YOUR ASSIGNMENT:
Set down exactly, and only, the lines from the one with "public sealed override int" to the final line of the entries, both included.

........

using System.Collections.Immutable;
using System.Runtime.CompilerServices;
using System.Runtime.InteropServices;

namespace PanelChoice.Data;

/// <summary>A column whose entries are values of one type.</summary>
/// <typeparam name="T">What an entry is.</typeparam>
/// <param name="file">The data file as the study writes it.</param>
/// <param name="name">Name of the column.</param>
internal abstract class ValueColumn<T>(string file, string name) : CellColumn(file, name)
    where T : unmanaged
{
    /// <summary>The entries held.</summary>
    protected ColumnBuffer<T> Values { get; } = new();

    /// <inheritdoc/>
    public sealed override int StoredBytes => Unsafe.SizeOf<T>();

    /// <summary>Hands over the first entries.</summary>
    public ImmutableArray<T> Take(int count) => Values.Take(count);

    /// <inheritdoc/>
    public sealed override void Reserve(int more) => Values.Reserve(more);

    /// <inheritdoc/>
    public sealed override void Forget(int count) => Values.Forget(count);

    /// <inheritdoc/>
    public sealed override void Store(int index, Span<byte> to) => MemoryMarshal.Write(to, Values[index]);

    /// <inheritdoc/>
    public sealed override void Restore(ReadOnlySpan<byte> from) => Values.Add(MemoryMarshal.Read<T>(from));
}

........

SOLUTION FOR THIS EXERCISE:
    public sealed override int StoredBytes => Unsafe.SizeOf<T>();

    /// <summary>Hands over the first entries.</summary>
    public ImmutableArray<T> Take(int count) => Values.Take(count);

    /// <inheritdoc/>
    public sealed override void Reserve(int more) => Values.Reserve(more);

    /// <inheritdoc/>
    public sealed override void Forget(int count) => Values.Forget(count);

    /// <inheritdoc/>
    public sealed override void Store(int index, Span<byte> to) => MemoryMarshal.Write(to, Values[index]);

    /// <inheritdoc/>
    public sealed override void Restore(ReadOnlySpan<byte> from) => Values.Add(MemoryMarshal.Read<T>(from));
}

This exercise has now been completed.